- **YOUR ASSIGNMENT**
Which lines of the data contain the string "direction"? Show each of them.

(Dataset entries)
***
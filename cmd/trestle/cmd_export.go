package main

import (
	"encoding/csv"
	"fmt"
	"io"
	"os"
	"path/filepath"
	"strconv"
	"strings"

	"github.com/trestle-go/trestle/springnet"
	"github.com/trestle-go/trestle/springnet/sparse"
)

// slug turns a case name into a file-name part.
func slug(s string) string {
	var b strings.Builder
	for _, r := range strings.ToLower(s) {
		switch {
		case r >= 'a' && r <= 'z', r >= '0' && r <= '9':
			b.WriteRune(r)
		default:
			if b.Len() > 0 && !strings.HasSuffix(b.String(), "-") {
				b.WriteByte('-')
			}
		}
	}
	return strings.Trim(b.String(), "-")
}

func runExport(e env) error {
	fl := newFlags("export", "trestle export [flags] FILE",
		`Assembles the stand in FILE and writes its linear system in Matrix Market
form into the folder --dir: K.mtx (stiffness, symmetric, lower triangle),
M.mtx (lumped mass), one load vector per case (F-1-<case>.mtx, ...) and
equations.csv, which names the node or group and direction of every row.
SI units: N/m, N, N·m/rad, kg, kg·m². Compression-only feet count as in
contact. For checking trestle against other solvers or for research.`,
		"trestle export --dir out stand.toml\ntrestle export --dir demo-system --level low demo", e)
	dir := fl.String("dir", "", "folder to write into (created if missing); required")
	level := fl.levelFlag()
	pos, err := fl.parseWant(e.args, 1, 1)
	if err != nil {
		return handled(err)
	}
	if *dir == "" {
		return fmt.Errorf("export: say which folder to write into with --dir")
	}
	l, err := parseLevel(*level)
	if err != nil {
		return err
	}
	m, name, _, err := loadModel(pos[0], e.stdin)
	if err != nil {
		return err
	}
	sys, err := springnet.Assemble(m, l)
	if err != nil {
		return explain(name, err)
	}
	if err := os.MkdirAll(*dir, 0o755); err != nil {
		return err
	}
	head := []string{fmt.Sprintf("trestle export of %s, material level %s", name, l)}
	write := func(file string, fill func(io.Writer) error) error {
		return writeAtomic(filepath.Join(*dir, file), pos, fill)
	}
	files := []string{"K.mtx", "M.mtx"}
	if err := write("K.mtx", func(w io.Writer) error {
		return sparse.WriteMatrix(w, sys.K(), append(head, "stiffness K [N/m, N, N*m/rad]")...)
	}); err != nil {
		return err
	}
	if err := write("M.mtx", func(w io.Writer) error {
		return sparse.WriteMatrix(w, sys.M(), append(head, "lumped mass M [kg, kg*m, kg*m^2]")...)
	}); err != nil {
		return err
	}
	for c := 0; c < m.NumCases(); c++ {
		id := springnet.CaseID(c)
		file := fmt.Sprintf("F-%d-%s.mtx", c+1, slug(m.CaseName(id)))
		f := sys.LoadTo(nil, id)
		if err := write(file, func(w io.Writer) error {
			return sparse.WriteVector(w, f, append(head, fmt.Sprintf("load vector of case %q [N, N*m]", m.CaseName(id)))...)
		}); err != nil {
			return err
		}
		files = append(files, file)
	}
	if err := write("equations.csv", func(w io.Writer) error {
		cw := csv.NewWriter(w)
		cw.Write([]string{"equation", "kind", "name", "direction", "x_m", "y_m", "z_m"})
		for i := 0; i < sys.N(); i++ {
			owner, d := sys.Equation(i)
			p := sys.Point(i)
			kind, who, ok := strings.Cut(owner, " ")
			if !ok {
				kind, who = "", owner
			}
			if u, err := strconv.Unquote(who); err == nil {
				who = u
			}
			cw.Write([]string{strconv.Itoa(i + 1), kind, who, d.String(),
				strconv.FormatFloat(p.X, 'g', -1, 64), strconv.FormatFloat(p.Y, 'g', -1, 64), strconv.FormatFloat(p.Z, 'g', -1, 64)})
		}
		cw.Flush()
		return cw.Error()
	}); err != nil {
		return err
	}
	files = append(files, "equations.csv")
	fmt.Fprintf(e.stdout, "wrote %d equations of %s to %s: %s\n", sys.N(), name, *dir, strings.Join(files, ", "))
	return nil
}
***
- **TASK RESPONSE**
equations.csv, which names the node or group and direction of every row.
		cw.Write([]string{"equation", "kind", "name", "direction", "x_m", "y_m", "z_m"})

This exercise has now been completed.